Storywork: Marie Watt

From the Collections of Jordan D. Schnitzer and His Family Foundation

Jordan Schnitzer Museum of Art at Portland State University: 8/26/25-12/6/25,

The Jordan Schnitzer Museum of Art at Portland State University presents Storywork: The Prints of Marie Watt from the Collections of Jordan D. Schnitzer and His Family Foundation, including 73 of Watt’s prints, sculptures, and textiles, featuring a newly commissioned jingle cloud that immerses visitors under a canopy of tin jingle cones. The exhibition highlights the artist’s career from 1996 to the present and shares the stories that inform her work. Her early print works, created during her MFA program at Yale, are displayed alongside her collaborations with several master printers, as well as her monumental textiles and sculptures. The exhibition also explores Watt's evolving practice of organizing sewing and printing circles with family, friends, and community members. Unique to this presentation is a never-before-seen work – Forest Shifts Light (Sequoia, Crest, Canopy), a floor-to-ceiling, three-part interactive work of tin jingles commissioned by the Jordan Schnitzer Family Foundation. The sculpture references the jingle dress dance, which began as a healing dance in the Ojibwe tribe in the 1900s, during the influenza pandemic. Audiences are invited to gently walk through the “forest” and experience the soft tinkling of the jingles.

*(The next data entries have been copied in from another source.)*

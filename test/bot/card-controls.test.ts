// Clicking and typing are one path: every choice a card control offers is a correction the reader
// reads as a change to that control's own topic, and nothing else. Also the words people type on
// a card, several topics at once. On the demo catalog (invented data); dates checked by hand
// against the calendar rules in docs/reading.md.
import { describe, expect, it } from 'vitest';
import { briefDefaults } from '../../bot/brief-defaults.js';
import { applyCorrection, planFor } from '../../bot/card-edits.js';
import { buildCard, cardControls } from '../../bot/card.js';
import { readRequest } from '../../bot/reading/read-request.js';
import { changesSomething, readCorrection, type Correction } from '../../bot/reading/corrections.js';
import { exampleFacts } from '../helpers/example-facts.js';

const NOW = new Date('2025-06-20T09:00:00Z');
const ds = exampleFacts.dataset;
const coverage = exampleFacts.coverage;
const brief = readRequest('how has revenue moved over time?', exampleFacts, { now: NOW, locale: 'en-IE' });
const { plan } = planFor(brief, ds, coverage, []);
const card = buildCard(brief, plan, { dataset: ds, coverage, locale: 'en-IE', defaults: briefDefaults(brief, ds, coverage) });
const controls = cardControls(card);
const read = (text: string) => readCorrection(text, exampleFacts, NOW, 'en-IE');

/** The topics a correction touches. */
function touched(c: Correction): string[] {
  const out: string[] = [];
  if (c.audience) out.push('audience');
  if (c.deadline) out.push('deadline');
  if (c.grain) out.push('grain');
  if (c.window) out.push('period');
  if (c.addDimensions.length || c.removeDimensions.length || c.clearDimensions) out.push('breakdowns');
  if (c.metrics) out.push('metrics');
  if (c.filters.length || c.clearFilters.length) out.push('filters');
  if (c.drop.length) out.push('drop');
  return out;
}

describe('card controls', () => {
  it('offers a select for audience, grain, period and breakdowns, and a date for the deadline', () => {
    expect(controls.map((c) => [c.topic, c.kind])).toEqual([
      ['audience', 'select'],
      ['deadline', 'date'],
      ['grain', 'select'],
      ['period', 'select'],
      ['breakdowns', 'select'],
    ]);
    // The value in force is one of the choices, so a select can show it.
    for (const c of controls.filter((c) => c.kind === 'select' && c.current)) expect(c.choices.map((x) => x.value)).toContain(c.current);
  });

  for (const control of cardControls(card)) {
    it(`every ${control.topic} choice reads as a change to ${control.topic} only`, () => {
      const sent = control.kind === 'date' ? [control.sends!.replace('{date}', '2025-07-04')] : control.choices.map((c) => c.value);
      for (const value of sent) {
        const c = read(value);
        expect(changesSomething(c), value).toBe(true);
        expect(touched(c), value).toEqual([control.topic]);
        expect(c.unread, value).toEqual([]);
      }
    });
  }

  it('reads several topics typed in one reply', () => {
    const c = read('for leadership, weekly, only 2024, add channel, drop 3');
    expect(touched(c).sort()).toEqual(['audience', 'breakdowns', 'drop', 'grain', 'period']);
    expect(c).toMatchObject({ audience: 'leadership', grain: 'week', addDimensions: ['channel'], drop: [3] });
    // 2024 as a calendar year: 1 January 2024 to 1 January 2025, end exclusive (docs/reading.md).
    expect(c.window).toEqual({ window: { start: '2024-01-01', end: '2025-01-01' } });
  });

  it('says back an impossible date and changes nothing', () => {
    const c = read('deadline 2025-02-30');
    expect(c.deadline).toBeUndefined();
    expect(c.problems.join(' ')).toMatch(/2025-02-30/);
  });

  it('keeps a dropped item out when the plan is rebuilt at another grain', () => {
    const last = plan.items.length;
    const drop = applyCorrection(brief, read(`drop ${last}`), plan, [], { dataset: ds, coverage, locale: 'en-IE', words: `drop ${last}` });
    const weekly = applyCorrection(drop.brief, read('weekly'), planFor(drop.brief, ds, coverage, drop.dropped).plan, drop.dropped, { dataset: ds, coverage, locale: 'en-IE', words: 'weekly' });
    const rebuilt = planFor(weekly.brief, ds, coverage, weekly.dropped).plan;
    expect(rebuilt.items.map((sq) => sq.template)).not.toContain(plan.items[last - 1]!.template);
    expect(rebuilt.items.every((sq) => sq.grain === 'week')).toBe(true);
    expect(rebuilt.items).toHaveLength(planFor(weekly.brief, ds, coverage, []).plan.items.length - 1);
  });
});
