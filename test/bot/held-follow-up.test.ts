// A follow-up sent while a run is under way ("rerun it quarterly", a new question) is kept and
// taken up when the run finishes, in the order sent: found lost by a newcomer, who got "Still
// working on it" and then a thread that ended without the run asked for. The real bot on the
// demo data (invented), with the first answer held back until the follow-ups are in.
import pLimit from 'p-limit';
import { describe, expect, it } from 'vitest';
import { Bot } from '../../bot/Bot.js';
import { presentAnswer, presentSummary } from '../../bot/present-answer.js';
import type { AnswerPresenter } from '../../bot/presenters.js';
import { MemoryStateStore } from '../../bot/stores/MemoryStateStore.js';
import { useDemoWorkspace } from '../helpers/demo-fixture.js';
import { RecordingPort } from '../helpers/recording-port.js';

const demoWorkspace = useDemoWorkspace();

/** A bot whose first answer waits for `release()`, so messages can arrive mid-run. */
function setUp() {
  const port = new RecordingPort();
  const store = new MemoryStateStore();
  let release!: () => void;
  const gate = new Promise<void>((r) => (release = r));
  let first = true;
  const held: AnswerPresenter = async (answer, ctx) => {
    if (first) {
      first = false;
      await gate;
    }
    return presentAnswer(answer, ctx);
  };
  const bot = new Bot({ workspace: demoWorkspace(), port, store, now: () => new Date('2026-12-01T09:00:00Z'), presentAnswer: held, presentSummary, jobs: pLimit(1) });
  return { port, store, bot, release };
}

const summaries = (port: RecordingPort, thread: string) => port.inThread(thread).filter((m) => m.text.startsWith('*Summary*'));

describe('a follow-up sent during a run', () => {
  it('is kept, said so, and run after the first run ends; a second one after that', async () => {
    const { port, store, bot, release } = setUp();
    await bot.handle({ threadId: 'h1', author: 'maren', text: 'How has revenue moved month by month since 2023? For the managers.' });
    await bot.handle({ threadId: 'h1', author: 'maren', text: 'go' });
    expect((await store.get('h1'))!.stage).toBe('running');
    await bot.handle({ threadId: 'h1', author: 'maren', text: 'rerun it quarterly' });
    await bot.handle({ threadId: 'h1', author: 'maren', text: 'now split that by booking channel' });
    const notes = port.inThread('h1').filter((m) => m.text.startsWith('Noted: '));
    expect(notes.map((m) => m.text)).toEqual([
      expect.stringMatching(/^Noted: I'll take up "rerun it quarterly" when this run finishes \(0 of \d+ done\)\./),
      expect.stringMatching(/^Noted: I'll take up "now split that by booking channel" when this run finishes/),
    ]);
    // Chatter is not a follow-up: it gets the progress line and is not held.
    await bot.handle({ threadId: 'h1', author: 'maren', text: 'thanks!' });
    expect(port.inThread('h1').at(-1)!.text).toMatch(/^Still working on it/);
    expect((await store.get('h1'))!.held).toHaveLength(2);
    release();
    await bot.idle();
    // Three runs: the one agreed, then each follow-up in the order sent, each ending in a summary.
    expect(summaries(port, 'h1')).toHaveLength(3);
    const texts = port.inThread('h1').map((m) => m.text);
    const first = texts.findIndex((t) => t.startsWith('Now taking up what you asked during the run: "rerun it quarterly"'));
    const second = texts.findIndex((t) => t.startsWith('Now taking up what you asked during the run: "now split that by booking channel"'));
    expect(first).toBeGreaterThan(texts.findIndex((t) => t.startsWith('*Summary*')));
    expect(second).toBeGreaterThan(first);
    expect(texts[first + 1]).toMatch(/^Running it again with grain: quarterly\./);
    expect(texts[second + 1]).toMatch(/^Running it again with breakdown added: booking channel\./);
    const end = (await store.get('h1'))!;
    expect(end.stage).toBe('done');
    expect(end.held).toBeUndefined();
  }, 600_000);

  it('goes with the run when the run is cancelled', async () => {
    const { port, store, bot, release } = setUp();
    await bot.handle({ threadId: 'h2', author: 'maren', text: 'How has revenue moved month by month since 2023? For the managers.' });
    await bot.handle({ threadId: 'h2', author: 'maren', text: 'go' });
    await bot.handle({ threadId: 'h2', author: 'maren', text: 'rerun it weekly' });
    await bot.handle({ threadId: 'h2', author: 'maren', text: 'cancel' });
    release();
    await bot.idle();
    const end = (await store.get('h2'))!;
    expect(end.stage).toBe('cancelled');
    expect(end.held).toBeUndefined();
    expect(port.inThread('h2').some((m) => m.text.startsWith('Now taking up'))).toBe(false);
  }, 600_000);
});
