// From a request on public data (vega-datasets' US unemployment by industry, test/reading/public-data.ts)
// to the plan the requester agrees: what the request restricted (an industry, a stretch of years)
// holds in every item after the measure prompt is answered, and a brief with no question of its
// own keeps its period through any answer.
import { describe, expect, it } from 'vitest';
import type { Brief } from '../../bot/brief.js';
import { briefDefaults, withDefaults } from '../../bot/brief-defaults.js';
import { buildPlan } from '../../bot/plan.js';
import { nextPrompt, readAnswer, type PromptContext } from '../../bot/prompts.js';
import { readRequest } from '../../bot/reading/read-request.js';
import { NOW, publicFacts, UNEMPLOYMENT_CONFIG } from '../reading/public-data.js';

describe('a restricted request keeps its restriction through the measure prompt and into the plan', () => {
  it('"how joblessness changed in construction from 2007 through 2009": every item is about Construction, 2007 to 2009', async () => {
    const facts = await publicFacts(UNEMPLOYMENT_CONFIG);
    const ctx: PromptContext = { dataset: facts.dataset, coverage: facts.coverage, facts, now: NOW, locale: 'en-IE' };
    const brief = readRequest("Hey, with the recession on everyone's mind, can you show me how joblessness changed in construction from 2007 through 2009? Would love something I can drop in a deck.", facts, { now: NOW });
    const prompt = nextPrompt(brief, ctx)!;
    expect(prompt.topic).toBe('metrics');
    const answered = readAnswer(prompt, 'count', brief, ctx);
    if (!answered.ok) throw new Error(answered.message);
    const done = withDefaults(answered.brief, briefDefaults(answered.brief, facts.dataset, facts.coverage));
    const plan = buildPlan(done, facts.dataset, facts.coverage);
    expect(plan.notCovered).toEqual([]);
    expect(plan.items.length).toBeGreaterThan(0);
    for (const item of plan.items) {
      expect(item.metrics).toEqual(['count']);
      expect(item.filters).toEqual([{ dimension: 'series', values: ['Construction'] }]);
      // Half-open: 1 January 2007 up to (not including) 1 January 2010.
      expect(item.window).toEqual({ start: '2007-01-01', end: '2010-01-01' });
      expect(item.launchDate).toBeUndefined();
    }
  });
});

describe('a brief that holds no question of its own', () => {
  it('keeps its period and comparison through the measure and values prompts, and into the plan', async () => {
    const facts = await publicFacts(UNEMPLOYMENT_CONFIG);
    const ctx: PromptContext = { dataset: facts.dataset, coverage: facts.coverage, facts, now: NOW, locale: 'en-IE' };
    const window = { start: '2008-01-01', end: '2009-01-01' };
    const compareWindow = { start: '2007-01-01', end: '2008-01-01' };
    const bare: Brief = { requestText: 'the figures for 2008 against 2007', questions: [], kinds: ['growth'], metrics: [], dimensions: [], unknownTerms: [], window, compareWindow };
    const metrics = readAnswer(nextPrompt(bare, ctx)!, 'rate', bare, ctx);
    if (!metrics.ok) throw new Error(metrics.message);
    expect(metrics.brief.questions).toEqual([expect.objectContaining({ metrics: ['rate'], window, compareWindow, kind: 'growth' })]);
    const values = { topic: 'values' as const, question: '', options: [{ value: JSON.stringify({ dimension: 'series', value: 'Construction' }), label: 'Construction (industry)' }], recommended: { value: JSON.stringify({ dimension: 'series', value: 'Construction' }), label: 'Construction (industry)', reason: '' }, many: true };
    const ambiguous: Brief = { ...bare, metrics: ['rate'], ambiguousValues: [{ text: 'construction', candidates: [{ dimension: 'series', value: 'Construction' }] }] };
    const picked = readAnswer(values, 'ok', ambiguous, ctx);
    if (!picked.ok) throw new Error(picked.message);
    expect(picked.brief.questions).toEqual([expect.objectContaining({ filters: [{ dimension: 'series', values: ['Construction'] }], window, compareWindow })]);
    const plan = buildPlan(picked.brief, facts.dataset, facts.coverage);
    expect(plan.items.length).toBeGreaterThan(0);
    for (const item of plan.items) {
      expect(item.filters).toEqual([{ dimension: 'series', values: ['Construction'] }]);
      expect(item.compareWindow).toEqual(compareWindow);
    }
  });
});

“I view materials as sites for storytelling, repositories of experiences, vulnerabilities, and histories,” said Marie Watt. “Through playing with shifting light, the soft curves of wood grain, the droops of a baby blanket, I examine how familiar textures draw you into the story of a piece, gently leading you to a unique yet shared experience – an interaction with heirloom-like objects. The story does not start or end with a singular work, but expands beyond what is visible, carried forward by the meaning-making viewers bring to the work.”

“Local artist Marie Watt is one of the most important American artists of our time! Her art helps us understand stories and symbols of Native communities,” said ARTNews Top 200 Collector and real estate developer, Jordan Schnitzer.

Marie Watt (b. 1967) is an acclaimed multidisciplinary artist whose work draws on personal experience, Indigenous traditions, protofeminism, mythology, and art history. Watt, who lives and works in Portland, Oregon, is a member of the Turtle Clan of the Seneca Nation of Indians and has German-Scot ancestry.